Show each line of the records below where the word "unit" occurs.
= Beginning of Section =
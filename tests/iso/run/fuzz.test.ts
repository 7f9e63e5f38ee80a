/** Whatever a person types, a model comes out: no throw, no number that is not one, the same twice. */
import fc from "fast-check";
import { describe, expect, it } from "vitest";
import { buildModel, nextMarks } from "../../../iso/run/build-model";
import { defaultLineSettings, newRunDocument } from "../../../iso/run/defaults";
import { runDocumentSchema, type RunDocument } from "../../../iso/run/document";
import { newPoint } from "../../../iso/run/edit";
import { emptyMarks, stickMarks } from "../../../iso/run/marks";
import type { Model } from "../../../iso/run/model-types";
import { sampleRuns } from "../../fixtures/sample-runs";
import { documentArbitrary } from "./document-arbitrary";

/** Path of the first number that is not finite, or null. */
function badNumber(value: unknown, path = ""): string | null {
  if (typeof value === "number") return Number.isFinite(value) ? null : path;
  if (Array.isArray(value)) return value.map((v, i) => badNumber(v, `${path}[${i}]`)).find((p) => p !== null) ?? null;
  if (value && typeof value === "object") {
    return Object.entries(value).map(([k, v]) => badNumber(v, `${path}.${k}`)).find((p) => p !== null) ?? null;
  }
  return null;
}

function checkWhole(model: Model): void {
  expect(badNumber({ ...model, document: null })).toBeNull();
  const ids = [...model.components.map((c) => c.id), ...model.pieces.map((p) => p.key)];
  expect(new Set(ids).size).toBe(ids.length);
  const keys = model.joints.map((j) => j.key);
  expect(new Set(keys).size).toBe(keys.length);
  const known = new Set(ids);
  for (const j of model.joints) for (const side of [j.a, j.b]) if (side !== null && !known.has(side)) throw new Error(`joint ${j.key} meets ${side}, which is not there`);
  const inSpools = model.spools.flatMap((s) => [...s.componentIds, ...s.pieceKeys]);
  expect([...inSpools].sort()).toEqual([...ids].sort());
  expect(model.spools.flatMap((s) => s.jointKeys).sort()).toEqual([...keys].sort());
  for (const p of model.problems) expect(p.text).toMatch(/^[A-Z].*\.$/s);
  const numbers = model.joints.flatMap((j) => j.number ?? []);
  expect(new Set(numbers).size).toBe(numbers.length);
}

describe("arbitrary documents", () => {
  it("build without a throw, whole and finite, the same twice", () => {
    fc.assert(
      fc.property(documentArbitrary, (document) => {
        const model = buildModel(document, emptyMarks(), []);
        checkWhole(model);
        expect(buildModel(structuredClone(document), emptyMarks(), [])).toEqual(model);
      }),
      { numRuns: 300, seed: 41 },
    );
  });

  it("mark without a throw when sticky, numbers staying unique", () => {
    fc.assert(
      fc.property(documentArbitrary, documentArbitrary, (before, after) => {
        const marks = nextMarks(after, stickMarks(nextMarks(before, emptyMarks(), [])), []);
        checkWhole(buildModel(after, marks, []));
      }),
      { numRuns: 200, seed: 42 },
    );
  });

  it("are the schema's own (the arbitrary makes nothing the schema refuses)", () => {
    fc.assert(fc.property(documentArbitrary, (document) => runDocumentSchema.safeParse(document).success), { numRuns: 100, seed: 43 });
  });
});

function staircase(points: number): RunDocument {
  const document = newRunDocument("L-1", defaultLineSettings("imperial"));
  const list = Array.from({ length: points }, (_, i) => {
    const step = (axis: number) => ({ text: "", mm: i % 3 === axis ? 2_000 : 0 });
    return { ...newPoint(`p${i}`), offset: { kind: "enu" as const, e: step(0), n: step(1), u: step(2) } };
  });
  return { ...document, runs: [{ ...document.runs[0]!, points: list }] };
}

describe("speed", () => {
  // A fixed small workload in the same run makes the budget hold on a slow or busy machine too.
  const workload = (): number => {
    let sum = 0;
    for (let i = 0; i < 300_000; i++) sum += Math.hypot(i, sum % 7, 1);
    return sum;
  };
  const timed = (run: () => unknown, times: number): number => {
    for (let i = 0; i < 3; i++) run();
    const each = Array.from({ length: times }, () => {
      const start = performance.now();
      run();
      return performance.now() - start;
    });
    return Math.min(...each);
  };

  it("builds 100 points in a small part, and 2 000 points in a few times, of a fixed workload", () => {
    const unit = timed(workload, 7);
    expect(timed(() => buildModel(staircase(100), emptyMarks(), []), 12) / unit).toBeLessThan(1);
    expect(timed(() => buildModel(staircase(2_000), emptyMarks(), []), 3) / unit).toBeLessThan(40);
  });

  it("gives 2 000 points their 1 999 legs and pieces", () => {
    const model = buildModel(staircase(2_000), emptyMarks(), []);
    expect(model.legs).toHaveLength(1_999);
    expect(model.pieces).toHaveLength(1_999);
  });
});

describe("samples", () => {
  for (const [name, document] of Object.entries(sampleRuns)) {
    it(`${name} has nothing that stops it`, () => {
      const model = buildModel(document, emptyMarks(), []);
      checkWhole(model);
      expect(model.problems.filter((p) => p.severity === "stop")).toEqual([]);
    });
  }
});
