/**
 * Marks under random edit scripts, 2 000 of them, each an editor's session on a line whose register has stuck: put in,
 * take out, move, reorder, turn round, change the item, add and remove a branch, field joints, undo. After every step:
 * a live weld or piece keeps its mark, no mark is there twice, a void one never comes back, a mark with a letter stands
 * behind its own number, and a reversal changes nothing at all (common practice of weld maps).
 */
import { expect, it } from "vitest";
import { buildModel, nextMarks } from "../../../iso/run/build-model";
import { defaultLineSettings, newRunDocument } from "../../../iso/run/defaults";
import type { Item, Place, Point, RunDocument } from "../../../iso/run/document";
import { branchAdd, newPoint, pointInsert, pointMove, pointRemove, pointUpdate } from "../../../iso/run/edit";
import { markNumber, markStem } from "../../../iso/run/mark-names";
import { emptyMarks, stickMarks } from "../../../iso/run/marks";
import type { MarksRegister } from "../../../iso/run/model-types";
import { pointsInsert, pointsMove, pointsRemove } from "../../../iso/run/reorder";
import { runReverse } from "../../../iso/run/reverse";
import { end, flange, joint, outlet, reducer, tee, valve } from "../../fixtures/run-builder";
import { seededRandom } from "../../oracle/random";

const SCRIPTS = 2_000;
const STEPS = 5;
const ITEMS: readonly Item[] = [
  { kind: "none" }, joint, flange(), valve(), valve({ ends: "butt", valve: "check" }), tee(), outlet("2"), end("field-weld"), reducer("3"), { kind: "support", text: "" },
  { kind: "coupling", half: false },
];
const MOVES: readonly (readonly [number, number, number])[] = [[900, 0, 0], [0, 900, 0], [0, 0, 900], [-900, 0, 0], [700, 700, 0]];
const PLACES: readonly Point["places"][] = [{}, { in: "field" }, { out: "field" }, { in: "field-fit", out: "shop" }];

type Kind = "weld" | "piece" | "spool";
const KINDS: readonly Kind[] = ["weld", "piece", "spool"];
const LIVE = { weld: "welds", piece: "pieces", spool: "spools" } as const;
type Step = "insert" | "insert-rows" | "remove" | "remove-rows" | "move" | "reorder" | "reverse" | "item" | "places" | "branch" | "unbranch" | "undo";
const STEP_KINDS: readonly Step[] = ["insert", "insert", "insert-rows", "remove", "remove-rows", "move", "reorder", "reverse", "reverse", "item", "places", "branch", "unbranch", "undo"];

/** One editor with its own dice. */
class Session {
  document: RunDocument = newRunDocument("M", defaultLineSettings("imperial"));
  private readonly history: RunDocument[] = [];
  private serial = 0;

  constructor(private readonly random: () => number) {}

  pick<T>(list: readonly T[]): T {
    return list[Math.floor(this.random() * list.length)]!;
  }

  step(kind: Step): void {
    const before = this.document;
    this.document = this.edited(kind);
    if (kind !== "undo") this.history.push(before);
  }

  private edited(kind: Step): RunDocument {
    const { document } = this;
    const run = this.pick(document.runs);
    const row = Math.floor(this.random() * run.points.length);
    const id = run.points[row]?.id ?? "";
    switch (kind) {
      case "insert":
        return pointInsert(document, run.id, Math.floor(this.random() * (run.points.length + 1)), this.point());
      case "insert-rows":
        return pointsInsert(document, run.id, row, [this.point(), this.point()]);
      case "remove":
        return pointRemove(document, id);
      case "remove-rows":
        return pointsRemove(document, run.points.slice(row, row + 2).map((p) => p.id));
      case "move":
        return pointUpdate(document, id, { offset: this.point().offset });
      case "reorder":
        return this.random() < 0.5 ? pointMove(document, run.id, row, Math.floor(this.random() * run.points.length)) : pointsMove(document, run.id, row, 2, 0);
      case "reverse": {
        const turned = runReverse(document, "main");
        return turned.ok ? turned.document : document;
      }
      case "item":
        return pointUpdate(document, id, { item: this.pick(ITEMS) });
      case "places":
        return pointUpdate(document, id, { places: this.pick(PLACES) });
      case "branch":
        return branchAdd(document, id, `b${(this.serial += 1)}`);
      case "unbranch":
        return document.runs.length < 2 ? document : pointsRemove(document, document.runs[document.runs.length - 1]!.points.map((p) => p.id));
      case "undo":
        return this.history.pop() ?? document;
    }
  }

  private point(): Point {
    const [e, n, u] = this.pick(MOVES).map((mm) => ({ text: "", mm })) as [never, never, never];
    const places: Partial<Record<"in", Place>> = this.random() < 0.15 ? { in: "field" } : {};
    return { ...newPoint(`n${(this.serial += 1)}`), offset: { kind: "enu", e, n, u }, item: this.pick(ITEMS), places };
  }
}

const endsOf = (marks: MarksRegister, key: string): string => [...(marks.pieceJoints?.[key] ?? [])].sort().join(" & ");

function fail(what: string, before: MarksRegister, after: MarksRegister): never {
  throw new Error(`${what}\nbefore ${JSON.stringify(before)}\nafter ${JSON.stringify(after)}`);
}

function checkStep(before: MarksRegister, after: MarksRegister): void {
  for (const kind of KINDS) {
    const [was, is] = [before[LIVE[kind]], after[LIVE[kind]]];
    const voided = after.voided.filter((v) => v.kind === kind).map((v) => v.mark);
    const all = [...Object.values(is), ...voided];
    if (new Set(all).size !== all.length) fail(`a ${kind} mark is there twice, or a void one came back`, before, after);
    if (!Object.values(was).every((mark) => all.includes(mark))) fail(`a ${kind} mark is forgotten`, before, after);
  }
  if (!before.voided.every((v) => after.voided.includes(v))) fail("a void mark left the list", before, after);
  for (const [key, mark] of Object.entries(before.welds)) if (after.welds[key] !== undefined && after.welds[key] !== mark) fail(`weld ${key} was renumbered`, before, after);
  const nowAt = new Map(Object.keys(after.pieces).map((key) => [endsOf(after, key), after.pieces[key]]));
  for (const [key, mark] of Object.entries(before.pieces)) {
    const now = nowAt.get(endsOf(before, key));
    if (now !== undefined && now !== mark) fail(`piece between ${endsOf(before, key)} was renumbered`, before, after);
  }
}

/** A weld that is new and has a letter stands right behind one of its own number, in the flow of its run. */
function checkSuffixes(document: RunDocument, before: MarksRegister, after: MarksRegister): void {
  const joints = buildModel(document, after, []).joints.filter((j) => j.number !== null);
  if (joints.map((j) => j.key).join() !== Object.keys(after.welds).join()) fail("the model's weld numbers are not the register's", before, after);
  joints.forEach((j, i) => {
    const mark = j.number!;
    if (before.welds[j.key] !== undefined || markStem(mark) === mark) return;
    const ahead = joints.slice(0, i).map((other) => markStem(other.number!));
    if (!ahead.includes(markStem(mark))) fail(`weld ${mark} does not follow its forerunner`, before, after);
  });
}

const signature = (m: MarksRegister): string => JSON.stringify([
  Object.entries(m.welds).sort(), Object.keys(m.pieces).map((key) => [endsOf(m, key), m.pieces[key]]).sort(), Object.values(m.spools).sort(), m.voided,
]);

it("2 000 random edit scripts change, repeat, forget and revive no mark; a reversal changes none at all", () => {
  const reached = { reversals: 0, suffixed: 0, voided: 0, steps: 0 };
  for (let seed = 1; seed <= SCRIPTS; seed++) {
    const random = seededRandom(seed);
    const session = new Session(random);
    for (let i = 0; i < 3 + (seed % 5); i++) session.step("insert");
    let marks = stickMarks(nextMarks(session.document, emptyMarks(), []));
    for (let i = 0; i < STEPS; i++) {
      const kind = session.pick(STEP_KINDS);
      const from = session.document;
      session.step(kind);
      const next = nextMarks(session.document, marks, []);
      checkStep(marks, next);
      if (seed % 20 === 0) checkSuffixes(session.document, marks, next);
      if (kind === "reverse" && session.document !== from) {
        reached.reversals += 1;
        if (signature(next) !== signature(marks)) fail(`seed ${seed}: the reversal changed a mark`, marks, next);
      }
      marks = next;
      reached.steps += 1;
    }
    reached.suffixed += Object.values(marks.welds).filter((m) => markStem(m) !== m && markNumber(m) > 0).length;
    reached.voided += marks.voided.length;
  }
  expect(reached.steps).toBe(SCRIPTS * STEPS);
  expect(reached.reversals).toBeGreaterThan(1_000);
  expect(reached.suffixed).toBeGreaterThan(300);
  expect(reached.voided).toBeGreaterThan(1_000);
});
= End of Section =
= Beginning of Section =
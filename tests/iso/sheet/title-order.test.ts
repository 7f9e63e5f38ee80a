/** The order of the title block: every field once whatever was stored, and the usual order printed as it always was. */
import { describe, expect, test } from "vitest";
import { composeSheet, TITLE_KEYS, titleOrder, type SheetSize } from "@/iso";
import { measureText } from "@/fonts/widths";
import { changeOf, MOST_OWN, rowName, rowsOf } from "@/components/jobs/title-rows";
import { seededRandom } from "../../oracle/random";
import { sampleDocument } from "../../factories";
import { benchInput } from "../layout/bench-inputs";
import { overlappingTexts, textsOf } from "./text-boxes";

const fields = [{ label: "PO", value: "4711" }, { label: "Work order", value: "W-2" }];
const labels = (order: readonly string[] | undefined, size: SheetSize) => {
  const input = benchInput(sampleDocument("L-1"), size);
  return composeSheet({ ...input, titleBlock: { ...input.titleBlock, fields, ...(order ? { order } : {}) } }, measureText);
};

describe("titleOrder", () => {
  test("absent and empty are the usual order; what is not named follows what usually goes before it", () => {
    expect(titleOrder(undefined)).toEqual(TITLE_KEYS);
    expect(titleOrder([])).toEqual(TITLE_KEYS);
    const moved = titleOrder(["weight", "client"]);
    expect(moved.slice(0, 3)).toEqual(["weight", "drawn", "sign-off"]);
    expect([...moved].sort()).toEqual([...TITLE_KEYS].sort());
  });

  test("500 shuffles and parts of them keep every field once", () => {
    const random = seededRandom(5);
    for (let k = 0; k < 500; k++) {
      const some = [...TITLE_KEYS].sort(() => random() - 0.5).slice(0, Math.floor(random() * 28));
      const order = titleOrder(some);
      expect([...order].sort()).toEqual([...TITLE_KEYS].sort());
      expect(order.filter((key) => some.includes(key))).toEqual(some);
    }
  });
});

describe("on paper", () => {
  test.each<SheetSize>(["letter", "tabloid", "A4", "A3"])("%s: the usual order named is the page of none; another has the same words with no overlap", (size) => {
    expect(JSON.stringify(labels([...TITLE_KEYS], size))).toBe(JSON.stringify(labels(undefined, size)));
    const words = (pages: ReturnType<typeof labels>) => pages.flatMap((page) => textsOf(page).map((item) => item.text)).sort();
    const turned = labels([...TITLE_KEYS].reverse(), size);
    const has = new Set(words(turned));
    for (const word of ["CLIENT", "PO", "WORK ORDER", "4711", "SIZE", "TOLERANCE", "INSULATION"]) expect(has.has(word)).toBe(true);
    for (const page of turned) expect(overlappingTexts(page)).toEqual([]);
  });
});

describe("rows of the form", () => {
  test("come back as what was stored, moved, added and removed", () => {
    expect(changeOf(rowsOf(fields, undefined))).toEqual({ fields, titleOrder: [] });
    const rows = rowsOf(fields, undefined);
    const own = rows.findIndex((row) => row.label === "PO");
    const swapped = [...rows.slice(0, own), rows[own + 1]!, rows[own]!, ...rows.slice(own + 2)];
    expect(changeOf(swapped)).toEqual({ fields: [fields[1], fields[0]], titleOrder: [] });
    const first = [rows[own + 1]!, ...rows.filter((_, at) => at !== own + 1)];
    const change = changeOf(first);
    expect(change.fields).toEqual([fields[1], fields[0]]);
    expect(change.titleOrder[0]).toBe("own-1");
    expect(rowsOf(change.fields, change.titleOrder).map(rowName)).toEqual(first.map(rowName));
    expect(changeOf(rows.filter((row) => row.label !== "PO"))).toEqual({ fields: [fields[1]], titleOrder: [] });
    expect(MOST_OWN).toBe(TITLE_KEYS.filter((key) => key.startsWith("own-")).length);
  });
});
= End of Section =
- [Completed exercise]
    const unit = timed(workload, 7);
    expect(timed(() => buildModel(staircase(100), emptyMarks(), []), 12) / unit).toBeLessThan(1);
    expect(timed(() => buildModel(staircase(2_000), emptyMarks(), []), 3) / unit).toBeLessThan(40);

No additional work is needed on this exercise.